Его тело начало биться в судорогах, и Моэру усилила воздействие, поднимая болевой порог до невыносимого уровня. Веки у него затрепетали, а дыхание стало неровным. Он жадно хватал воздух, но она закрыла ему рот ладонью, заставляя дышать носом. Приток кислорода был недостаточен, чтобы поддерживать организм пленника в его теперешнем состоянии, и Моэру понимала, что долго он не протянет.
Она постепенно усилила боль, дивясь про себя его стойкости, и в то же время ее огорчало, что все это скоро закончится.
При недостатке кислорода боль стала еще сильнее, и теперь его больше всего мучил не страх смерти, а понимание того, что, если он сейчас же не потеряет сознание, мучения возобновятся.
Она довела его до предела.
— Говори…
И он сказал, уже теряя сознание.
Когда его мозг наполовину отключился, а самоконтроль ослаб на несколько драгоценных мгновений, он выдавил из себя два слова.
Она резко нажала большими пальцами, и вязким облаком хлынула кровь.
Промокшая от пота, она поднялась с кровати и помогла Туолину добраться до низкой кушетки в другом конце комнаты. Его лихорадило, плечо у него распухло. Заглянув под повязку, Моэру дала ему воды. Потом задумчиво уставилась на него.
— Кто такой Саламандра?
ЗАСТЫВШИЕ СЛЕЗЫ
— Теперь ты уверена?
— Абсолютно. Впрочем, я давно уже не сомневалась.
— И насколько давно?
— Достаточно.
— Ага. Расскажи еще раз. Все, от начала до конца.
Она повторила рассказ.
Он слушал, поглядывая на белое, искаженное мукой лицо По, ожесточившегося торговца, который настолько любил свой народ, что предал ради него все человечество. Вид у него сейчас был ужасный.
Воин Заката отвернулся. Он знал, что сделала Моэру. И он понимал ее.
— Как они обо мне узнали?
— Есть другой, более важный вопрос.
Он посмотрел на ее овальное лицо, бледное и утонченное при неровном свете лампы, на ее густые волосы, изящный изгиб шеи, полные округлые губы, ногти, покрытые алым лаком, сверкающим яркими бликами, на темную капельку крови у нее на ключице.

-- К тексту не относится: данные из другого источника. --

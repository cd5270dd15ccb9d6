// SPDX-License-Identifier: MIT
// The molecular data of one species, as read and validated from a species file.
// Plain data in fixed units (named in each field); species_reader.h fills it.
#pragma once

#include <optional>
#include <string>
#include <utility>
#include <vector>

#include "core/error.h"
#include "core/fit_settings.h"

namespace sevenfold {

enum class Shape { kAtom, kLinear, kNonlinear };
// "atom", "linear", "nonlinear"; ParseShape returns nullopt for anything else.
std::string ToString(Shape shape);
std::optional<Shape> ParseShape(const std::string& text);

// The temperatures of a two-range fit, kelvin. mid_k empty means "auto": the fitter chooses.
struct TemperatureRanges {
  double low_k = 200.0;
  std::optional<double> mid_k;
  double high_k = 6000.0;
};

// What the species file asks of the fit beyond the temperatures and thresholds. An empty
// optional means the file says nothing: then the command line, then (for `check`) what the
// committed entry records, then the default decides (docs/fitting.md).
struct FitRequest {
  // True when the file sets the mid temperature (a value or auto) for this species or in its
  // defaults; false when TemperatureRanges::mid_k is only the built-in default.
  bool mid_given = false;
  std::optional<FitObjective> objective;
  std::optional<ExtrapolationGuard> extrapolation_guard;
  std::optional<ErrorScales> error_scales;
};

struct ElectronicLevel {
  double energy_cm1 = 0.0;
  double degeneracy = 1.0;
};

// Dunham-type constants of a diatomic electronic state, cm^-1 (issue: rovibrational direct sum).
struct DiatomicConstants {
  double we_cm1 = 0.0;
  double wexe_cm1 = 0.0;
  double weye_cm1 = 0.0;
  double be_cm1 = 0.0;
  double alphae_cm1 = 0.0;
  double gammae_cm1 = 0.0;
  double de_cm1 = 0.0;             // centrifugal distortion D_e
  double dissociation_cm1 = 0.0;   // D_0 measured from the v=0, J=0 level of this state
};

// One electronic state with its own diatomic constants (list form of rovibrational-constants).
struct DiatomicState {
  double energy_cm1 = 0.0;  // T_e-like term value of the state's v=0,J=0 level above the ground's
  double degeneracy = 1.0;
  DiatomicConstants constants;
};

enum class SpinMixture { kEquilibrium, kNormal };
std::string ToString(SpinMixture mixture);
std::optional<SpinMixture> ParseSpinMixture(const std::string& text);

// Nuclear-spin weights of even and odd J for a homonuclear diatomic.
struct NuclearSpin {
  double even_weight = 1.0;
  double odd_weight = 1.0;
  SpinMixture mixture = SpinMixture::kEquilibrium;
};

// A 1-D hindered internal rotor replacing one harmonic mode.
struct Torsion {
  double replaces_cm1 = 0.0;            // wavenumber of the vibration it replaces, as written
  // Index into Species::vibrations_cm1 of the mode it replaces, resolved once by the reader
  // (within its stated tolerance, docs/species-schema.md); -1 when unresolved. The engine uses
  // this index and never matches wavenumbers itself.
  int mode_index = -1;
  double rotational_constant_cm1 = 0.0; // B = h / (8 pi^2 c I_red); from reduced-moment if given
  int symmetry = 1;                     // torsional symmetry number n
  // V(phi) = sum_k V_k / 2 (1 - cos k phi), J/mol. A plain barrier V0 is the single term k = n.
  std::vector<std::pair<int, double>> fourier_j_per_mol;
};

struct GeometryAtom {
  std::string element;  // symbol, D and T allowed
  double x_angstrom = 0.0, y_angstrom = 0.0, z_angstrom = 0.0;
};

// How the formation enthalpy of an ion treats the electron (docs/species-schema.md). Thermal
// (the electron an ideal gas with H(298.15) - H(0) = 5/2 R T, as JANAF tables do) or stationary
// (the "ion convention": the electron's enthalpy is 0 at every temperature).
enum class ElectronConvention { kThermal, kStationary };
// "thermal", "stationary".
std::string ToString(ElectronConvention convention);

// The convention of every formation enthalpy a species file gives for an ion, at 298.15 K or at
// 0 K, and of the conversion between the two (statmech/formation_enthalpy.h).
inline constexpr ElectronConvention kFormationEnthalpyElectronConvention =
    ElectronConvention::kThermal;

// A species given as a table of Cp instead of molecular constants (docs/species-schema.md,
// "Tabulated species"); statmech/tabulated_cp.h turns it into exact curves.
struct TabulatedCp {
  // Strictly increasing temperatures, K, and Cp at each, J/(mol K); at least
  // schema::kMinTabulatedPoints rows.
  std::vector<double> t_k;
  std::vector<double> cp_j_per_mol_k;
  // Optional columns (empty, or one value per row): H(T) - H(298.15 K), J/mol, and S, J/(mol K).
  // Given, they are checked against the integrals of the interpolated Cp.
  std::vector<double> h_minus_h298_j_per_mol;
  std::vector<double> s_j_per_mol_k;
  // The entropy anchor: S at entropy_t_k. From the key reference-entropy, or the first row's S.
  double entropy_t_k = 298.15;
  double entropy_j_per_mol_k = 0.0;
  // Wilhoit limits Cp(0) and Cp(infinity), J/(mol K); empty: from the atom count and the shape.
  std::optional<double> cp_zero_j_per_mol_k;
  std::optional<double> cp_infinity_j_per_mol_k;
  // Where each row was written, for the consistency errors of statmech.
  std::vector<SourceLocation> row_locations;
};

struct Species {
  std::string name;
  // Element symbol and count, in the order written in the file.
  std::vector<std::pair<std::string, int>> composition;
  int charge = 0;
  // dfH at 298.15 K. When the file gives the value at 0 K instead, this is 0 and
  // formation_enthalpy_0k_j_per_mol holds it: the exact thermo (statmech) converts it with the
  // species' own H(298.15) - H(0), SpeciesThermo::FormationEnthalpy298JPerMol.
  double formation_enthalpy_j_per_mol = 0.0;
  std::optional<double> formation_enthalpy_0k_j_per_mol;
  ElectronConvention electron_convention = kFormationEnthalpyElectronConvention;
  Shape shape = Shape::kAtom;
  double symmetry_number = 1.0;
  // Linear: {B}. Nonlinear: {A, B, C} sorted A >= B >= C. cm^-1. From moments-of-inertia or
  // geometry when those were given instead.
  std::vector<double> rotational_constants_cm1;
  std::vector<double> vibrations_cm1;  // harmonic wavenumbers as written, before frequency_scale
  double frequency_scale = 1.0;
  std::vector<ElectronicLevel> electronic_levels{ElectronicLevel{}};
  double optical_isomers = 1.0;
  double centrifugal_distortion_cm1 = 0.0;  // D of a linear rotor
  TemperatureRanges temperatures;
  double standard_pressure_pa = 1.0e5;
  QualityThresholds thresholds;
  FitRequest fit_request;

  // Optional physics beyond the rigid rotor / harmonic oscillator.
  std::vector<DiatomicState> diatomic_states;  // empty: rigid rotor + harmonic oscillator
  std::optional<NuclearSpin> nuclear_spin;
  std::vector<Torsion> torsions;
  std::vector<GeometryAtom> geometry;  // empty unless given
  // Set for a species given by tabulated-cp: then the molecular data above are unused.
  std::optional<TabulatedCp> tabulated;

  // Where the species' block starts, and a hex SHA-256 of its canonical content (defaults
  // merged), used as provenance to detect entries that were not regenerated after an edit.
  SourceLocation location;
  std::string input_digest;

  // Molar mass in kg/mol from composition and charge (electron mass removed per positive charge).
  double MolarMassKgPerMol() const;
  // Total number of atoms.
  int NumAtoms() const;
  // Electrons: the atomic numbers of the composition minus the charge.
  int NumElectrons() const;
};

}  // namespace sevenfold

Что-то необъяснимое творилось у него в душе. Он знал, что Ронин любил ее, но была в их отношениях какая-то странная неопределенность, скорее недосказанность, чем недвусмысленность, переходившая в стремление к чему-то большему. Но теперь все это вышло за пределы любви, далеко за ее пределы — в область новую и таинственную. Трепетное предчувствие чего-то большего…
— Ронин знал этого человека.
— Джиндо?
— Еще одна напрасно потерянная жизнь…
— Он знал и Саламандру…
Воин Заката рассмеялся, но его взгляд остался холодным. Теперь все казалось вполне логичным. Единственное, чего он не мог понять, — почему он этого не предвидел.
— Я до сих пор не могу привыкнуть к твоему новому голосу.
Он подошел к высокому окну. На улице было темно. Только желтые точки небольших фонарей немного рассеивали кромешный мрак. Он всмотрелся в толстый слой облаков, буквально физически ощущая их давящую тяжесть.